# Sharpening and Profiling MAC Knives



## timtro (Jul 3, 2012)

Hi all,

I recently bought a few MAC knives. Now, sharpening will be an issue. I've never sharpened Japanese knives before. I've read plenty of tutorials and watched videos (although if you'd like to recommend your favorites, I'm always interested), but I have some questions.

Equipment I have available:

10" DiaSharp[emoji]174[/emoji] Stone, 220x

10" 600x/1200x DuoSharp[emoji]174[/emoji] Bench Stone

Norton 4000x/8000x Combo. Water Stone

Henckels Honing Steel Rockwell 65

MAC Ceramic honing rod.

The angles on my 9.5" chef (MBK-95) looks asymmetric, but apparently it's supposed to be 10* 50:50? Is that right?

Normally when I sharpen, I try to find the angle at which the knife bites the stone and then simply flatten the bevel at that angle. Should I take that approach if the angle seems messed up on my MAC?

I heard BDL saying that the MAC preforms better with a double bevel, how should I move forward with that? I've never really done a double bevel, aside from thinning and then putting the normal edge on the thinned bevel, which I suppose is sort of a double bevel. Is that something I should work out over the course of a few sharpening sessions, or in a single sitting?

I've also heard BDL say that he would thin the knife along the entire body of the knife. Won't that ruin the finish, or will it polish up nicely on higher grits? Will an 8000 do the trick? Is it as simple as laying the blade flat on the stone and stroking it? I've never heard of thinning in this way. Normally, if I need to think, I would just do something like double bevel (in the sense of 50:50 double bevels, not asymmetry) with a very shallow angle and then a regular 15* angle.

Is there anything I should know about taking my stones to the MAC knives?

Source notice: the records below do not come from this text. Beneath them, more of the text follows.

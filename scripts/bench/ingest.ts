// Bench section "ingest": sustained readings/s from publish (through the embedded broker) to
// committed rows, against the SQLite ceiling of the same rows, and the ingest's memory.
import fs from "node:fs";
import os from "node:os";
import { createSeededDatabase } from "../../tests/integration/helpers/database";
import { openDb, readIngestStats, startBroker, startIngest, startMosquitto } from "../../tests/integration/helpers/tidewell";
import { stopAll } from "../../tests/integration/helpers/processes";
import { sleep } from "../../tests/integration/helpers/wait";
import { medianInsertCeiling } from "./ceiling";
import { cpuSeconds } from "./cpu";
import type { BenchSection, Metric } from "./metric";
import { LoadPublisher, type PublisherTarget } from "./publisher";

const credentials = (file: string) => JSON.parse(fs.readFileSync(file, "utf8")) as { controllerId: string; username: string; password: string; tankId: number }[];

export const ingestSection: BenchSection = {
  name: "ingest",
  metrics: {
    ingest_readings_per_s: "readings/s",
    broker_cpu_us_per_reading: "µs",
    ingest_cpu_us_per_reading: "µs",
    publisher_cpu_us_per_reading: "µs",
    load_average_1m: "load",
    sqlite_insert_ceiling_per_s: "rows/s",
    ingest_vs_ceiling_ratio: "ratio",
    ingest_rows_per_commit: "rows",
    sqlite_insert_ceiling_at_ingest_batch_per_s: "rows/s",
    ingest_vs_ceiling_at_ingest_batch_ratio: "ratio",
    ingest_rss_mb: "MB",
    ingest_drain_readings_per_s: "readings/s",
    drain_broker_cpu_us_per_reading: "µs",
    drain_ingest_cpu_us_per_reading: "µs",
    ingest_drain_vs_ceiling_ratio: "ratio",
  },
  async *run({ seconds, log, brokerKind }): AsyncIterable<Metric> {
    const db = await createSeededDatabase({ label: "bench" });
    const client = openDb(db);
    try {
      const probes = await client.execute("SELECT p.id, p.serial, p.kind, t.controller_id FROM probes p JOIN tanks t ON t.id = p.tank_id ORDER BY p.id");
      const serialsByController = new Map<string, string[]>();
      for (const r of probes.rows) {
        const list = serialsByController.get(String(r.controller_id)) ?? [];
        list.push(String(r.serial));
        serialsByController.set(String(r.controller_id), list);
      }
      const targets: PublisherTarget[] = credentials(db.credentialsFile).map((c) => ({ ...c, serials: serialsByController.get(c.controllerId) ?? [] }));

      // The embedded broker by default; --broker mosquitto measures the chain on Debian's Mosquitto.
      const broker = brokerKind === "mosquitto" ? await startMosquitto(db.dir) : await startBroker(db);
      const ingest = await startIngest(db, broker.url, { INGEST_HEALTH_MS: "500" });
      const pids = { broker: broker.process.pid, ingest: ingest.pid, publisher: process.pid };
      const cpu = () => Object.fromEntries(Object.entries(pids).map(([k, pid]) => [k, cpuSeconds(pid) ?? NaN]));
      log(`publishing through ${brokerKind === "mosquitto" ? "Mosquitto" : "the embedded broker"} at ${broker.url} from ${targets.length} controllers`);
      const publisher = new LoadPublisher(broker.url, targets);
      await publisher.start();

      // Warm up, then measure committed rows over the window from the worker's own counters (the
      // writer thread writes them; under a profiler its start can take seconds).
      for (const deadline = Date.now() + 30_000; !(await readIngestStats(client)); await sleep(100)) {
        if (Date.now() > deadline) throw new Error("the ingest wrote no health snapshot within 30 s");
      }
      await sleep(3000);
      const first = await readIngestStats(client);
      const cpu0 = cpu();
      const t0 = Date.now();
      let rss = 0;
      while (Date.now() - t0 < seconds * 1000) {
        await sleep(500);
        rss = Math.max(rss, (await readIngestStats(client))?.rssMb ?? 0);
      }
      const last = await readIngestStats(client);
      const cpu1 = cpu();
      const elapsed = (Date.now() - t0) / 1000;
      if (!first || !last) throw new Error("the ingest wrote no health snapshot");
      const drain = await measureDrain({ publisher, client, log, stopIngest: () => ingest.stop(), startIngest: () => startIngest(db, broker.url, { INGEST_HEALTH_MS: "100" }), brokerPid: broker.process.pid });
      await publisher.stop();
      await stopAll();
      const ingestRate = (last.readingsTotal - first.readingsTotal) / elapsed;
      const rows = last.readingsTotal - first.readingsTotal;
      log(`ingest committed ${rows} rows in ${elapsed.toFixed(1)} s`);
      // Where the time went: CPU µs per committed reading, per process.
      log(`CPU µs per reading: ${Object.keys(pids).map((k) => `${k} ${(((cpu1[k] - cpu0[k]) * 1e6) / rows).toFixed(1)}`).join(", ")} (the machine has ${os.cpus().length} cores, load ${os.loadavg()[0].toFixed(1)})`);
      yield { metric: "ingest_readings_per_s", value: Math.round(ingestRate), unit: "readings/s" };
      // CPU per reading does not depend on what else the machine runs, unlike the rate.
      for (const k of Object.keys(pids)) yield { metric: `${k}_cpu_us_per_reading`, value: Math.round(((cpu1[k] - cpu0[k]) * 1e7) / rows) / 10, unit: "µs" };
      yield { metric: "load_average_1m", value: Math.round(os.loadavg()[0] * 100) / 100, unit: "load" };

      const probeIds = probes.rows.map((r) => Number(r.id));
      const timed = medianInsertCeiling(db.file, probeIds, Math.max(100_000, Math.round(ingestRate * 5)));
      log(`SQLite ceiling: ${timed.runs.map((r) => Math.round(r)).join(", ")} rows/s; the median counts`);
      const ceiling = timed.median;
      yield { metric: "sqlite_insert_ceiling_per_s", value: Math.round(ceiling), unit: "rows/s" };
      yield { metric: "ingest_vs_ceiling_ratio", value: Math.round((ingestRate / ceiling) * 1000) / 1000, unit: "ratio" };
      // The same ceiling with the transactions as large as the ingest's own in this run.
      const rowsPerCommit = Math.round(rows / Math.max(1, last.flush.count - first.flush.count));
      const atBatch = medianInsertCeiling(db.file, probeIds, Math.max(100_000, Math.round(ingestRate * 5)), Math.max(50, Math.round(rowsPerCommit / 50) * 50), 4);
      log(`SQLite ceiling at the ingest's ${rowsPerCommit} rows per commit: ${atBatch.runs.map((r) => Math.round(r)).join(", ")} rows/s`);
      yield { metric: "ingest_rows_per_commit", value: rowsPerCommit, unit: "rows" };
      yield { metric: "sqlite_insert_ceiling_at_ingest_batch_per_s", value: Math.round(atBatch.median), unit: "rows/s" };
      yield { metric: "ingest_vs_ceiling_at_ingest_batch_ratio", value: Math.round((ingestRate / atBatch.median) * 1000) / 1000, unit: "ratio" };
      yield { metric: "ingest_rss_mb", value: rss, unit: "MB" };
      yield { metric: "ingest_drain_readings_per_s", value: Math.round(drain.rate), unit: "readings/s" };
      yield { metric: "drain_broker_cpu_us_per_reading", value: drain.brokerUs, unit: "µs" };
      yield { metric: "drain_ingest_cpu_us_per_reading", value: drain.ingestUs, unit: "µs" };
      yield { metric: "ingest_drain_vs_ceiling_ratio", value: Math.round((drain.rate / ceiling) * 1000) / 1000, unit: "ratio" };
    } finally {
      await stopAll();
      client.close();
      db.remove();
    }
  },
};

/** Messages queued per controller connection for the drain: 8 × 11,000 stays under Mosquitto's queue limit of 100,000. */
const DRAIN_MESSAGES_PER_CONNECTION = 11_000;

/**
 * The drain: broker → committed rows with nothing else on the machine. The ingest stops (it
 * commits and acknowledges what it holds), the publisher queues a backlog in the ingest's
 * persistent session and goes quiet, and a new ingest process drains it, as after a restart or
 * an outage. The rate is taken between 10 % and 90 % of the backlog, so the process's start-up
 * and the last batch do not count; CPU per reading over the same span.
 */
async function measureDrain(o: {
  publisher: LoadPublisher;
  client: ReturnType<typeof openDb>;
  log: (line: string) => void;
  stopIngest: () => Promise<void>;
  startIngest: () => Promise<unknown>;
  brokerPid: number;
}): Promise<{ rate: number; brokerUs: number; ingestUs: number }> {
  await o.publisher.pause();
  await o.stopIngest();
  const queued = await o.publisher.backlog(DRAIN_MESSAGES_PER_CONNECTION);
  o.log(`queued ${queued} readings for the stopped ingest; starting it again to drain them`);
  // Not awaited: with a resumed session the broker sends the backlog before it answers the new
  // subscription, so the ingest says "subscribed" only once it has drained most of it.
  const restartedAt = Date.now();
  const started = o.startIngest();
  started.catch(() => undefined);
  const marks: { at: number; rows: number; broker: number; ingest: number }[] = [];
  const deadline = Date.now() + 120_000;
  for (;;) {
    const stats = await readIngestStats(o.client);
    const at = performance.now();
    const fresh = stats !== null && stats.startedAt >= restartedAt;
    const rows = fresh ? stats.readingsTotal : 0;
    if (fresh) marks.push({ at, rows, broker: cpuSeconds(o.brokerPid) ?? NaN, ingest: cpuSeconds(stats.pid) ?? NaN });
    if (rows >= queued) break;
    if (Date.now() > deadline) throw new Error(`the ingest drained ${rows} of ${queued} readings in 120 s`);
    await sleep(50);
  }
  await started;
  const from = marks.find((m) => m.rows >= queued * 0.1)!;
  const to = marks.find((m) => m.rows >= queued * 0.9)!;
  const rows = to.rows - from.rows;
  if (rows <= 0) throw new Error("the ingest drained the backlog between two health snapshots; too short to time");
  const rate = rows / ((to.at - from.at) / 1000);
  const us = (a: number, b: number) => Math.round(((b - a) * 1e7) / rows) / 10;
  o.log(`drained ${queued} readings; ${rows} of them in ${((to.at - from.at) / 1000).toFixed(2)} s between 10 % and 90 %`);
  return { rate, brokerUs: us(from.broker, to.broker), ingestUs: us(from.ingest, to.ingest) };
}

My JU-65 (a Usuba) has a nice brushed finish above the cutting edge, which seems to reduce drag. Is there any way for me to care for that and maintain it?

Thank you all. Sorry for the naive questions.


----------



## elpelotero (Aug 6, 2012)

I have a Mac petty knife, 6 inches or so, that also was not a true 50/50 out of the box. It looked more like a 70/30. It was extremely sharp. After it lost its edge and I called Mac with questions about how to resharpen, they could not believe me over the phone that the knife did not have a true 50/50 edge.

I've had the knife about 2 years now with occasional use only (it's a petty, after all). It now has taken more of a 50.50 bevel. It's really up to you how to keep it. MAC's are billed as 50/50 though. They sharpen very quickly and hold it for a while just with some honing on the ceramic rod. They have a 15* angle out of the box (confirmed by them on the phone also). They ship them without a micro bevel (double bevel as you said). To sharpen I just find the factory angle and give it a go...I'm sure after a while it will need to be thinned, but I don't think I'm there yet. These knives can get very sharp! So much so that they grab the board with each stroke!


----------